▶ What is needed
Report each line from the listing that the string "visitPhotos" appears in.

▶ Provided records
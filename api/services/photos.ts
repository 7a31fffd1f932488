import { and, asc, eq, exists, ne, notInArray, or, sql, type SQL } from 'drizzle-orm';
import { photoUrls, type PhotoItem } from '@shared/schemas/photos';
import type { AppDeps } from '../deps';
import type { Db } from '../db/client';
import {
  careTips,
  careTipTanks,
  conversationMessages,
  livestock,
  messagePhotos,
  photos,
  tanks,
  urgentRequestPhotos,
  visitPhotos,
} from '../db/schema/index';
import { processUpload } from '../lib/images';
import { newPhotoKey, type ObjectStorage, type StoredObject } from '../lib/object-storage';
import type { Logger } from '../lib/logger';
import { notFound } from '../lib/http-error';
import { findTankFor, isStaff, visibleTanks } from '../policy/index';
import type { Actor } from './actors';
import { recordAudit, type AuditSource } from './audit';
import { invalidFields } from './tanks';

type PhotoRow = typeof photos.$inferSelect;

export function photoItemOf(row: PhotoRow): PhotoItem {
  return {
    id: row.id,
    tankId: row.tankId,
    livestockId: row.livestockId,
    subject: row.subject,
    ...photoUrls(row.id),
    width: row.width,
    height: row.height,
    caption: row.caption,
    uploadedAt: row.createdAt.toISOString(),
  };
}

/**
 * Re-encodes an image (dropping everything the camera wrote) and stores both sizes under new keys;
 * returns the columns a photo row needs about them. Uploads and the demo scenario both use it.
 */
export async function storePhotoObjects(storage: ObjectStorage, bytes: Buffer, at: Date) {
  const { main, thumbnail } = await processUpload(bytes);
  const objectKey = newPhotoKey('main', at);
  const thumbnailKey = newPhotoKey('thumbnail', at);
  await Promise.all([
    storage.put(objectKey, main.buffer, main.contentType),
    storage.put(thumbnailKey, thumbnail.buffer, thumbnail.contentType),
  ]);
  return {
    objectKey,
    thumbnailKey,
    contentType: main.contentType,
    width: main.width,
    height: main.height,
    bytes: main.buffer.length,
  };
}

export interface PhotoUpload {
  bytes: Buffer;
  livestockId?: string;
  caption?: string;
  cover: boolean;
  /** 'message': for a conversation or an urgent request, the one kind owners may upload too. */
  subject?: 'tank' | 'visit' | 'message';
}

/** Stores the upload's objects, then records it: the objects come first so a row never points at nothing. */
export async function uploadPhoto(
  deps: Pick<AppDeps, 'db' | 'storage' | 'clock'>,
  actor: Actor,
  tankId: string,
  upload: PhotoUpload,
): Promise<PhotoItem> {
  const { db, storage, clock } = deps;
  const tank = await findTankFor(db, actor, tankId, upload.subject === 'message' ? 'read' : 'write');
  if (upload.livestockId) {
    const [animal] = await db
      .select({ id: livestock.id })
      .from(livestock)
      .where(and(eq(livestock.id, upload.livestockId), eq(livestock.tankId, tank.id)));
    if (!animal)
      throw invalidFields([{ path: 'body.livestockId', message: 'choose livestock in this tank' }]);
  }
  const stored = await storePhotoObjects(storage, upload.bytes, clock());
  try {
    const row = await db.transaction(async (tx) => {
      const [created] = await tx
        .insert(photos)
        .values({
          companyId: tank.companyId,
          tankId: tank.id,
          livestockId: upload.livestockId ?? null,
          subject: upload.livestockId ? 'livestock' : (upload.subject ?? 'tank'),
          ...stored,
          caption: upload.caption || null,
          uploadedBy: actor.id,
        })
        .returning();
      if (upload.cover)
        await tx.update(tanks).set({ coverPhotoId: created!.id }).where(eq(tanks.id, tank.id));
      return created!;
    });
    return photoItemOf(row);
  } catch (error) {
    // Nothing refers to the objects yet; leaving them would only fill the bucket.
    await Promise.allSettled([storage.delete(stored.objectKey), storage.delete(stored.thumbnailKey)]);
    throw error;
  }
}

/**
 * A photo uploaded for a message or an urgent request and not attached to either yet. A photo
 * belongs to one line or one request only: attaching a note's photo to something owners read
 * would show them the note's picture.
 */
export function unattachedPhoto(): SQL {
  return and(
    sql`not exists (select 1 from ${messagePhotos} where ${messagePhotos.photoId} = ${photos.id})`,
    sql`not exists (select 1 from ${urgentRequestPhotos} where ${urgentRequestPhotos.photoId} = ${photos.id})`,
  )!;
}

/**
 * Owners see a visit's photos only once a published report uses them, and a conversation's photos
 * once they are in a message (never an internal note) or an urgent request, or when they took them;
 * staff see every photo of their company's tanks.
 */
function shownTo(actor: Actor): SQL | undefined {
  if (isStaff(actor)) return undefined;
  const published = exists(
    sql`(select 1 from ${visitPhotos} where ${visitPhotos.photoId} = ${photos.id} and ${visitPhotos.published})`,
  );
  const inMessage = exists(
    sql`(select 1 from ${messagePhotos} join ${conversationMessages} on ${conversationMessages.id} = ${messagePhotos.messageId}
      where ${messagePhotos.photoId} = ${photos.id} and ${conversationMessages.kind} = 'message')`,
  );
  const inUrgentRequest = exists(
    sql`(select 1 from ${urgentRequestPhotos} where ${urgentRequestPhotos.photoId} = ${photos.id})`,
  );
  return or(
    notInArray(photos.subject, ['visit', 'message']),
    and(eq(photos.subject, 'visit'), published),
    and(eq(photos.subject, 'message'), or(eq(photos.uploadedBy, actor.id), inMessage, inUrgentRequest)),
  );
}

export async function listTankPhotos(db: Db, actor: Actor, tankId: string): Promise<PhotoItem[]> {
  const tank = await findTankFor(db, actor, tankId, 'read');
  const rows = await db
    .select()
    .from(photos)
    .where(and(eq(photos.tankId, tank.id), shownTo(actor)))
    .orderBy(asc(photos.createdAt), asc(photos.id));
  return rows.map(photoItemOf);
}

/**
 * A care tip's photo is also shown to whoever the tip reached (a tank they see received it, and it
 * was not withdrawn), though it was taken at another tank.
 */
function onTipReaching(db: Db, actor: Actor): SQL {
  const reached = db
    .select({ one: sql`1` })
    .from(careTips)
    .innerJoin(careTipTanks, eq(careTipTanks.tipId, careTips.id))
    .innerJoin(tanks, eq(tanks.id, careTipTanks.tankId))
    .where(and(eq(careTips.photoId, photos.id), ne(careTips.status, 'withdrawn'), visibleTanks(db, actor)));
  return exists(reached);
}

/** A photo under exactly its tank's access rule: anyone who cannot see the tank gets a 404. */
async function findVisiblePhoto(db: Db, actor: Actor, photoId: string): Promise<PhotoRow> {
  const [row] = await db
    .select({ photo: photos })
    .from(photos)
    .innerJoin(tanks, eq(tanks.id, photos.tankId))
    .where(
      and(eq(photos.id, photoId), or(and(visibleTanks(db, actor), shownTo(actor)), onTipReaching(db, actor))),
    );
  if (!row) throw notFound('photo');
  return row.photo;
}

export async function openPhoto(
  deps: Pick<AppDeps, 'db' | 'storage'>,
  actor: Actor,
  photoId: string,
  size: 'main' | 'thumbnail',
): Promise<StoredObject> {
  const photo = await findVisiblePhoto(deps.db, actor, photoId);
  const stored = await deps.storage.get(size === 'main' ? photo.objectKey : photo.thumbnailKey);
  if (!stored) throw notFound('photo');
  return stored;
}

export async function deletePhoto(
  deps: Pick<AppDeps, 'db' | 'storage' | 'logger'>,
  actor: Actor,
  photoId: string,
  source: AuditSource,
): Promise<void> {
  const photo = await findVisiblePhoto(deps.db, actor, photoId);
  const tank = await findTankFor(deps.db, actor, photo.tankId, 'write');
  await deps.db.transaction(async (tx) => {
    await tx.delete(photos).where(eq(photos.id, photo.id));
    await recordAudit(tx, {
      companyId: tank.companyId,
      actor,
      action: 'photo.deleted',
      target: {
        kind: 'photo',
        id: photo.id,
        label: photo.caption ? `${photo.caption} (${tank.name})` : tank.name,
      },
      details: { tank: tank.name, uploadedAt: photo.createdAt.toISOString() },
      source,
    });
  });
  await discardObjects(deps.storage, deps.logger, [photo.objectKey, photo.thumbnailKey]);
}

/**
 * After the rows are gone the objects are unreachable, so a failure to delete one is logged for
 * clean-up rather than reported to someone whose deletion has already happened.
 */
export async function discardObjects(storage: ObjectStorage, logger: Logger, keys: string[]): Promise<void> {
  const results = await Promise.allSettled(keys.map((key) => storage.delete(key)));
  results.forEach((result, index) => {
    if (result.status === 'rejected') {
      logger.warn({ err: result.reason, key: keys[index] }, 'could not delete a stored photo');
    }
  });
}
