import { z } from 'zod';

export const health = z.object({
  status: z.enum(['ok', 'degraded']),
  db: z.enum(['ok', 'down']),
});
export type Health = z.infer<typeof health>;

▶ Your response
  visitPhotos,
    sql`(select 1 from ${visitPhotos} where ${visitPhotos.photoId} = ${photos.id} and ${visitPhotos.published})`,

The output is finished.